package main

import (
	"context"
	"fmt"
	"io"
	"os"
	"runtime"
	"slices"
	"strings"
	"time"

	"github.com/spf13/cobra"
	"golang.org/x/sync/errgroup"

	"railproof/checks"
	"railproof/report"
)

// checkOptions is what `railproof check` is asked to do.
type checkOptions struct {
	sourceFlags
	outputFlags
	gate          string
	allowUnproven bool
	now           string
	baseline      string
	newOnly       bool
	proven        bool
	waves         bool // some format shows curves
	watch         bool

	fresh func() // called before a run first writes; may be nil
}

func newCheck(s *streams) *cobra.Command {
	var o checkOptions
	c := &cobra.Command{
		Use:   "check FILE|DIR...",
		Short: "Check netlists and report findings",
		Long: `check solves every condition of each netlist and judges each part. Of a folder every netlist below it is taken:
files that end in ` + strings.Join(netlistEndings, ", ") + `; folders whose name begins with a dot are passed over. A file
given by name is taken whatever its ending.

When an input cannot be read, its faults stand on the error stream, no FILE is written, and the status is 2.`,
		Args: cobra.MinimumNArgs(1),
		RunE: func(c *cobra.Command, args []string) error {
			if o.watch {
				return watchCheck(c.Context(), s, &o, args)
			}
			return checkOnce(c.Context(), s, &o, args)
		},
	}
	o.sourceFlags.add(c)
	o.outputFlags.add(c, report.Formats())
	c.Flags().StringVar(&o.gate, "gate", report.DefaultGate, "severities that stop a release: `LIST` of critical, major, minor, or never; graver ones are implied")
	c.Flags().BoolVar(&o.allowUnproven, "allow-unproven", false, "let the gate pass while headline checks are unproven")
	c.Flags().StringVar(&o.now, "now", "", "the `DATE` on which concessions are judged, as 2006-01-02 (default: today)")
	c.Flags().StringVar(&o.baseline, "baseline", "", "an earlier JSON report `FILE`: findings it has are marked unchanged, others new")
	c.Flags().BoolVar(&o.newOnly, "new-only", false, "with --baseline: the gate looks at new findings only")
	c.Flags().BoolVar(&o.proven, "proven", false, "let the text ledger list all that is proven, not the headline checks alone")
	c.Flags().BoolVar(&o.watch, "watch", false, "check again after each save of a file that is read; Ctrl-C ends, with the status of the last check")
	completeFlag(c, "baseline", completeFiles(".json"))
	completeList(c, "gate", "critical", "major", "minor", "never")
	return c
}

func checkOnce(ctx context.Context, s *streams, o *checkOptions, args []string) error {
	targets, err := o.targets(report.Formats())
	if err != nil {
		return err
	}
	drawn, err := o.report()
	if err != nil {
		return err
	}
	files, err := findInputs(args)
	if err != nil {
		return err
	}
	if err := o.validate(len(files)); err != nil {
		return err
	}
	if err := spare(named(targets), append(o.reads(files...), o.baseline)); err != nil {
		return err
	}
	o.waves = slices.ContainsFunc(targets, func(t target) bool { return report.ShowsWaves(t.format) })
	inputs := checkAll(ctx, s, o, files, drawn.Now)
	if ctx.Err() != nil {
		return fmt.Errorf("interrupted")
	}
	if o.fresh != nil {
		o.fresh()
	}
	if err := o.spare(targets); err != nil {
		return err
	}
	complain(s, inputs)
	r := report.New(inputs, drawn)
	if r.Exit == report.ExitBadInput {
		targets = standardOnly(s, targets, r)
	}
	err = deliver(s, targets, func(w io.Writer, format string, style report.Style) error {
		style.Proven = o.proven
		return r.Write(w, format, style)
	})
	if err != nil {
		return err
	}
	if r.Exit != report.ExitPassed {
		return exitStatus(r.Exit)
	}
	return nil
}

// report turns the flags into the options of the report.
func (o *checkOptions) report() (report.Options, error) {
	gate, err := report.ParseGate(o.gate)
	if err != nil {
		return report.Options{}, err
	}
	now, err := parseDay(o.now)
	if err != nil {
		return report.Options{}, err
	}
	drawn := report.Options{Version: version, Gate: gate, AllowUnproven: o.allowUnproven, Now: now, NewOnly: o.newOnly}
	if o.newOnly && o.baseline == "" {
		return drawn, fmt.Errorf("--new-only needs --baseline")
	}
	if o.baseline != "" {
		text, err := os.ReadFile(o.baseline)
		if err != nil {
			return drawn, err
		}
		if drawn.Baseline, err = report.ReadBaseline(o.baseline, text); err != nil {
			return drawn, err
		}
	}
	return drawn, nil
}

func parseDay(text string) (time.Time, error) {
	if text == "" {
		return time.Now(), nil
	}
	for _, layout := range []string{time.DateOnly, time.RFC3339} {
		if t, err := time.Parse(layout, text); err == nil {
			return t, nil
		}
	}
	return time.Time{}, fmt.Errorf("--now %q; expected a date such as 2006-01-02", text)
}

// checkAll checks the files, several at once; the order of the results is that of the files.
func checkAll(ctx context.Context, s *streams, o *checkOptions, files []string, now time.Time) []report.Input {
	inputs := make([]report.Input, len(files))
	jobs := o.jobs
	if jobs == 0 {
		jobs = runtime.GOMAXPROCS(0)
	}
	progress := newProgress(s, len(files), "files")
	var group errgroup.Group
	group.SetLimit(jobs)
	for k, file := range files {
		group.Go(func() error {
			options := o.options(file)
			options.Now, options.Waves = now, o.waves
			if len(files) > 1 {
				options.Jobs = 1
			}
			inputs[k] = checkOne(ctx, options)
			progress.step()
			return nil
		})
	}
	_ = group.Wait() // the functions return none
	progress.end()
	return inputs
}

// checkOne checks a file. A fault of the program itself becomes a failure of the file, not the end of the run.
func checkOne(ctx context.Context, o checks.Options) (in report.Input) {
	in.File = o.Source.File
	defer func() {
		if r := recover(); r != nil {
			in.Result, in.Failure = nil, fmt.Errorf("%s: internal fault: %v; please report it with the netlist", o.Source.File, r)
		}
	}()
	in.Result, in.Diagnostics, in.Failure = checks.Run(ctx, o)
	return in
}

// complain writes what is wrong with the inputs to the error stream, each message once.
func complain(s *streams, inputs []report.Input) {
	said := map[string]bool{}
	for _, in := range inputs {
		for _, d := range in.Diagnostics {
			if !said[d.Error()] { // several netlists may share a sheet
				said[d.Error()] = true
				s.say(d.Error())
			}
		}
		if in.Failure != nil && !said[in.Failure.Error()] {
			said[in.Failure.Error()] = true
			s.say("railproof: " + in.Failure.Error())
		}
	}
}

// standardOnly drops the files from the targets, since a report with unread inputs must not stand where a
// whole one is looked for, and the text ledger too where nothing was checked.
func standardOnly(s *streams, targets []target, r *report.Report) []target {
	var kept []target
	for _, t := range targets {
		switch {
		case t.file != "":
			s.say("railproof: " + t.file + " is not written")
		case t.format == "text" && r.Unread() == len(r.Files):
		default:
			kept = append(kept, t)
		}
	}
	return kept
}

________________________

Each line of the data in which the string "true" appears needs to be copied.

- _Written solution_:
				said[d.Error()] = true
			said[in.Failure.Error()] = true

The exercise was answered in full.